Malgré toutes les embuches et les délais, Benjamin Barberot garde l’espoir que sa situation connaîtra une fin heureuse. «Il n’y a pas de raison que l’IRCC me revienne avec de mauvaises nouvelles. D’après mon cabinet d’avocat, je suis complètement légitime d’obtenir ce permis. Mais on ne sait jamais. J’ai de l’espoir pour un permis de travail, mais je n’en ai pas vraiment pour une résidence permanente. Je vois mal comment le MIFI pourrait revenir sur sa décision», se questionne-t-il.

D’un autre côté, le MIFI a rouvert des programmes d’immigration s’adressant aux investisseurs. M. Barberot détient un profil qui lui permettrait d’y postuler, mais si peu de détails sont actuellement disponibles sur la marche à suivre qu’il préfère attendre une réponse de l’IRCC.

«Il n’y a pas d’antériorité au programme pour investisseurs. Mes avocats ne savent pas ce qu’il faut produire comme documents ni comment ça va se passer. Même les agents d’immigration du MIFI ne savent pas comment adresser ces dossiers. Le MIFI m’encourage à y postuler, mais on me rappelle en même temps que je suis sous surveillance pendant cinq ans. C’est ordinaire», commente M. Barberot.

Récemment, le MIFI l’a informé que son dossier entier sera révisé à nouveau par un agent. Reste à savoir s’il obtiendra une décision différente.

 

Qu’est-ce qu’Elips?

Elips plastics fabrique des contenants dédiés aux aliments vendus en épiceries. (Photo : Ghyslain Bergeron)
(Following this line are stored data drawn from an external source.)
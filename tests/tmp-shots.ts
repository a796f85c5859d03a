import { browser, closeBrowser } from './support/browser.ts';
import { signInAs, settled } from './support/steps.ts';
import { AxeBuilder } from '@axe-core/playwright';
const base='http://127.0.0.1:4377';
const b=await browser();
const paths=process.argv.slice(3);
for (const [w,h] of [[1440,900],[390,844]] as const){
  const c=await b.newContext({baseURL:base,viewport:{width:w,height:h}});
  const p=await c.newPage();
  p.on('console',m=>{ if(m.type()==='error') console.log('console',m.text())});
  await signInAs(p,base,process.argv[2] as 'owner');
  for(const path of paths){
    await p.goto(path); await settled(p);
    const name=path.replace(/[^a-z0-9]+/gi,'_');
    await p.screenshot({path:`/tmp/shots/${name}_${w}.png`,fullPage:true});
    const {violations}=await new AxeBuilder({page:p}).analyze();
    const wide=await p.evaluate(()=>document.documentElement.scrollWidth>window.innerWidth);
    console.log(path,w,violations.map(v=>v.id+' '+v.nodes[0]?.target),wide?'WIDE':'');
  }
  await c.close();
}
await closeBrowser();
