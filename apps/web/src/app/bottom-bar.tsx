import { Menu } from '@base-ui/react/menu';
import type { Role } from '@hidewright/contract';
import { useState } from 'react';
import { NavLink, useLocation, useNavigate } from 'react-router-dom';
import { menuLook } from './menu-look.ts';
import { RoomIcon, type RoomIconName } from './room-icon.tsx';
import { roomsFor } from './rooms.ts';

const itemLook =
  'flex min-h-14 w-full flex-col items-center justify-center gap-0.5 rounded px-1 text-center text-sm leading-tight outline-offset-0!';

/** Whoever works with the stock has it a thumb away. */
const scanPath = '/stockroom/scan';

/** On a phone: the rooms that the role uses most, the others behind More. */
export function BottomBar({ role }: { role: Role }) {
  const all = roomsFor(role);
  const shown = all.filter((room) => room.bar.includes(role));
  const others = all.filter((room) => !room.bar.includes(role));
  return (
    <nav
      aria-label="Rooms"
      className="no-print fixed inset-x-0 bottom-0 z-30 bg-card pb-[env(safe-area-inset-bottom)] md:hidden"
    >
      <div aria-hidden="true" className="stitched h-0.5" />
      <ul className="flex px-1 py-1">
        {shown.map((room) => (
          <li key={room.path} className="flex-1">
            <BarLink to={room.path} icon={room.icon} word={room.word} />
          </li>
        ))}
        {role === 'maker' && (
          <li className="flex-1">
            <BarLink to={scanPath} icon="scan" word="Scan" />
          </li>
        )}
        {others.length > 0 && (
          <li className="flex-1">
            <MoreRooms others={others} />
          </li>
        )}
      </ul>
    </nav>
  );
}

function BarLink({ to, icon, word }: { to: string; icon: RoomIconName; word: string }) {
  const { pathname } = useLocation();
  const elsewhere = to !== scanPath && pathname === scanPath;
  return (
    <NavLink
      to={to}
      className={({ isActive }) =>
        `${itemLook} ${isActive && !elsewhere ? 'font-bold text-verdigris underline decoration-dashed decoration-2 underline-offset-4' : 'text-ink-soft'}`
      }
    >
      <RoomIcon name={icon} size={22} />
      {word}
    </NavLink>
  );
}

function MoreRooms({ others }: { others: ReturnType<typeof roomsFor> }) {
  const navigate = useNavigate();
  // Within the bar, so that the open menu belongs to a landmark.
  const [home, setHome] = useState<HTMLElement | null>(null);
  return (
    <Menu.Root>
      <div ref={setHome} />
      <Menu.Trigger className={`${itemLook} text-ink-soft`}>
        <RoomIcon name="more" size={22} />
        More
      </Menu.Trigger>
      <Menu.Portal container={home}>
        <Menu.Positioner
          sideOffset={10}
          align="end"
          collisionPadding={8}
          className="z-40 outline-none"
        >
          <Menu.Popup className={menuLook.popup}>
            {others.map((room) => (
              <Menu.Item
                key={room.path}
                className={menuLook.item}
                onClick={() => void navigate(room.path)}
              >
                <RoomIcon name={room.icon} size={22} />
                {room.word}
              </Menu.Item>
            ))}
          </Menu.Popup>
        </Menu.Positioner>
      </Menu.Portal>
    </Menu.Root>
  );
}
Elips plastics est une entreprise spécialisée dans la fabrication de contenants alimentaires destinés à des produits offerts en épiceries. Fondée en 2009 sous le nom d’IML Plastx, l’entreprise a été acquise par Europlastiques en 2017 avant de changer de nom en 2019. Chaque année, ce sont près de 60 millions de contenants qui sont produits dans l’usine drummondvilloise. Elips emploie une trentaine de personnes qui représentent 11 nationalités.